┌─ Given entries

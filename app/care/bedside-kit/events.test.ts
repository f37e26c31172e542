import { expect, test } from 'vitest'
import { clearedBlock } from '../adverse-event/examples.ts'
import { type AdverseEventData, adverseEvents } from '../adverse-event/schema.ts'
import type { BedMove, StoredEntry } from '../kind.ts'
import { aContext, anEntry, aRemoval, aTube, at, clockOf } from '../make.ts'
import { plainSuction } from '../suction/examples.ts'
import { suctions } from '../suction/schema.ts'
import { transfers } from '../transfer-checklist/schema.ts'
import { tubeChanges } from '../tube-change/schema.ts'
import { wholeKit } from './examples.ts'
import { bedsideKit } from './kind.ts'
import { kitChecks } from './schema.ts'

const tube = (when = '2026-03-02 10:00', data = {}) => anEntry(tubeChanges, when, aTube(data))
const whole = (when: string) => anEntry(kitChecks, when, wholeKit)
const accident = (when: string, data: Partial<AdverseEventData> = {}) =>
  anEntry(adverseEvents, when, { ...clearedBlock, ...data })
const arrival = (when: string, place: string) =>
  anEntry(transfers, when, { moment: 'arrived', place, complete: 'yes', handedTo: 'T. Okafor' })
const suction = (when: string, passed: 'no' | 'difficult') => anEntry(suctions, when, { ...plainSuction, passed })
const movedAt = (when: string, ward: string | null = null): BedMove => ({ at: at(when), bed: 'A4', ward })

function dueOf(entries: readonly StoredEntry[], moves: readonly BedMove[] = [], now = '12:00') {
  const clock = clockOf(bedsideKit, 'bedside-kit-check', aContext(entries, now, { moves }))
  return clock.state === 'running' ? [clock.window.dueAt, clock.because] : clock
}

const checked = [tube(), whole('09:00')]
const used = (words: string) => `${words}, and the kit may have been used`

test.each<[string, StoredEntry, string]>([
  ['a blocked tube', accident('11:00'), used('the tube was blocked')],
  [
    'a displaced tube, put back at once',
    accident('11:00', { event: 'displaced', tubeNow: 'in', done: ['tube back'] }),
    used('the tube was displaced'),
  ],
  ['a bleed', accident('11:00', { event: 'bleeding', done: ['nothing'] }), used('there was a bleed')],
  [
    'a wrong cannula that was changed',
    accident('11:00', { event: 'wrong cannula', done: ['cannula changed'] }),
    used('there was an adverse event'),
  ],
  [
    'oxygen for another event',
    accident('11:00', { event: 'other', what: 'Oxygen tubing came off', done: ['oxygen'] }),
    used('there was an adverse event'),
  ],
  ['a catheter that would not pass', suction('11:00', 'no'), used('a suction catheter would not pass')],
  [
    'a tube that did not go in',
    tube('11:00', { difficulty: 'failed' }),
    'a tube did not go in, and spares may have been used',
  ],
  ['a displaced tube replaced', tube('11:00', { reason: 'displaced' }), 'the tube was put back after it was displaced'],
  ['a blocked tube replaced', tube('11:00', { reason: 'blocked' }), 'the tube was changed because it was blocked'],
  ['a planned change', tube('11:00', { reason: 'routine' }), 'the tube was changed'],
  ['a return to the ward', arrival('11:00', 'own bed, from imaging'), 'the patient arrived: own bed, from imaging'],
])('%s asks for a check within half an hour, and says so', (_, event, because) => {
  expect(dueOf([...checked, event])).toEqual([at('11:30'), because])
  expect(dueOf([...checked, event, whole('11:20')])).toEqual([at('23:00'), undefined])
})

test.each<[string, StoredEntry]>([
  ['a pressure injury', accident('11:00', { event: 'pressure injury', done: ['pressure off'] })],
  ['a valve with the cuff up, taken off', accident('11:00', { event: 'valve with cuff up', done: ['valve off'] })],
  ['a death', accident('11:00', { outcome: 'died' })],
  ['a catheter that passed with difficulty', suction('11:00', 'difficult')],
])('%s leaves the kit to the check of the shift', (_, event) => {
  expect(dueOf([...checked, event])).toEqual([at('23:00'), undefined])
})

test.each<[string, BedMove, string]>([
  ['within the ward', movedAt('11:00'), 'the patient was moved to bed A4'],
  ['from another ward', movedAt('11:00', 'Birch ward'), 'the patient was moved to Birch ward, bed A4'],
])('a move %s asks for a check within half an hour, and says where to', (_, move, because) => {
  expect(dueOf(checked, [move])).toEqual([at('11:30'), because])
  expect(dueOf([...checked, whole('11:00')], [move])).toEqual([at('23:00'), undefined])
})

test('of several events the first without a check counts', () => {
  const entries = [...checked, accident('10:40'), arrival('11:10', 'Birch ward')]
  expect(dueOf(entries, [movedAt('11:00')])).toEqual([at('11:10'), used('the tube was blocked')])
  expect(dueOf([...entries, whole('10:50')], [movedAt('11:00')])).toEqual([
    at('11:30'),
    'the patient was moved to bed A4',
  ])
})

test('while the tube is out nothing is checked; once it is back the kit is due from the accident on', () => {
  const out = accident('11:00', { event: 'unplanned removal', tubeNow: 'out', outcome: 'not settled' })
  expect(dueOf([...checked, out])).toMatchObject({ state: 'suspended' })
  expect(dueOf([...checked, out, tube('11:10', { reason: 'displaced' })])).toEqual([
    at('11:30'),
    used('the tube came out'),
  ])
})

test('what was before this tube asks for nothing', () => {
  const entries = [tube(), accident('2026-03-05 10:00'), aRemoval('2026-03-06 10:00'), tube('11:00'), whole('11:05')]
  expect(dueOf(entries, [movedAt('2026-03-05 12:00')])).toEqual([at('23:00'), undefined])
})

└─

- What is required -
Word for word, restate the entries that appear above.

- Exercise output -
filename app/care/bedside-kit/events.test.ts
repository f37e26c31172e542
import { expect, test } from 'vitest'
import { clearedBlock } from '../adverse-event/examples.ts'
import { type AdverseEventData, adverseEvents } from '../adverse-event/schema.ts'
import type { BedMove, StoredEntry } from '../kind.ts'
import { aContext, anEntry, aRemoval, aTube, at, clockOf } from '../make.ts'
import { plainSuction } from '../suction/examples.ts'
import { suctions } from '../suction/schema.ts'
import { transfers } from '../transfer-checklist/schema.ts'
import { tubeChanges } from '../tube-change/schema.ts'
import { wholeKit } from './examples.ts'
import { bedsideKit } from './kind.ts'
import { kitChecks } from './schema.ts'

const tube = (when = '2026-03-02 10:00', data = {}) => anEntry(tubeChanges, when, aTube(data))
const whole = (when: string) => anEntry(kitChecks, when, wholeKit)
const accident = (when: string, data: Partial<AdverseEventData> = {}) =>
  anEntry(adverseEvents, when, { ...clearedBlock, ...data })
const arrival = (when: string, place: string) =>
  anEntry(transfers, when, { moment: 'arrived', place, complete: 'yes', handedTo: 'T. Okafor' })
const suction = (when: string, passed: 'no' | 'difficult') => anEntry(suctions, when, { ...plainSuction, passed })
const movedAt = (when: string, ward: string | null = null): BedMove => ({ at: at(when), bed: 'A4', ward })

function dueOf(entries: readonly StoredEntry[], moves: readonly BedMove[] = [], now = '12:00') {
  const clock = clockOf(bedsideKit, 'bedside-kit-check', aContext(entries, now, { moves }))
  return clock.state === 'running' ? [clock.window.dueAt, clock.because] : clock
}

const checked = [tube(), whole('09:00')]
const used = (words: string) => `${words}, and the kit may have been used`

test.each<[string, StoredEntry, string]>([
  ['a blocked tube', accident('11:00'), used('the tube was blocked')],
  [
    'a displaced tube, put back at once',
    accident('11:00', { event: 'displaced', tubeNow: 'in', done: ['tube back'] }),
    used('the tube was displaced'),
  ],
  ['a bleed', accident('11:00', { event: 'bleeding', done: ['nothing'] }), used('there was a bleed')],
  [
    'a wrong cannula that was changed',
    accident('11:00', { event: 'wrong cannula', done: ['cannula changed'] }),
    used('there was an adverse event'),
  ],
  [
    'oxygen for another event',
    accident('11:00', { event: 'other', what: 'Oxygen tubing came off', done: ['oxygen'] }),
    used('there was an adverse event'),
  ],
  ['a catheter that would not pass', suction('11:00', 'no'), used('a suction catheter would not pass')],
  [
    'a tube that did not go in',
    tube('11:00', { difficulty: 'failed' }),
    'a tube did not go in, and spares may have been used',
  ],
  ['a displaced tube replaced', tube('11:00', { reason: 'displaced' }), 'the tube was put back after it was displaced'],
  ['a blocked tube replaced', tube('11:00', { reason: 'blocked' }), 'the tube was changed because it was blocked'],
  ['a planned change', tube('11:00', { reason: 'routine' }), 'the tube was changed'],
  ['a return to the ward', arrival('11:00', 'own bed, from imaging'), 'the patient arrived: own bed, from imaging'],
])('%s asks for a check within half an hour, and says so', (_, event, because) => {
  expect(dueOf([...checked, event])).toEqual([at('11:30'), because])
  expect(dueOf([...checked, event, whole('11:20')])).toEqual([at('23:00'), undefined])
})

test.each<[string, StoredEntry]>([
  ['a pressure injury', accident('11:00', { event: 'pressure injury', done: ['pressure off'] })],
  ['a valve with the cuff up, taken off', accident('11:00', { event: 'valve with cuff up', done: ['valve off'] })],
  ['a death', accident('11:00', { outcome: 'died' })],
  ['a catheter that passed with difficulty', suction('11:00', 'difficult')],
])('%s leaves the kit to the check of the shift', (_, event) => {
  expect(dueOf([...checked, event])).toEqual([at('23:00'), undefined])
})

test.each<[string, BedMove, string]>([
  ['within the ward', movedAt('11:00'), 'the patient was moved to bed A4'],
  ['from another ward', movedAt('11:00', 'Birch ward'), 'the patient was moved to Birch ward, bed A4'],
])('a move %s asks for a check within half an hour, and says where to', (_, move, because) => {
  expect(dueOf(checked, [move])).toEqual([at('11:30'), because])
  expect(dueOf([...checked, whole('11:00')], [move])).toEqual([at('23:00'), undefined])
})

test('of several events the first without a check counts', () => {
  const entries = [...checked, accident('10:40'), arrival('11:10', 'Birch ward')]
  expect(dueOf(entries, [movedAt('11:00')])).toEqual([at('11:10'), used('the tube was blocked')])
  expect(dueOf([...entries, whole('10:50')], [movedAt('11:00')])).toEqual([
    at('11:30'),
    'the patient was moved to bed A4',
  ])
})

test('while the tube is out nothing is checked; once it is back the kit is due from the accident on', () => {
  const out = accident('11:00', { event: 'unplanned removal', tubeNow: 'out', outcome: 'not settled' })
  expect(dueOf([...checked, out])).toMatchObject({ state: 'suspended' })
  expect(dueOf([...checked, out, tube('11:10', { reason: 'displaced' })])).toEqual([
    at('11:30'),
    used('the tube came out'),
  ])
})

test('what was before this tube asks for nothing', () => {
  const entries = [tube(), accident('2026-03-05 10:00'), aRemoval('2026-03-06 10:00'), tube('11:00'), whole('11:05')]
  expect(dueOf(entries, [movedAt('2026-03-05 12:00')])).toEqual([at('23:00'), undefined])
})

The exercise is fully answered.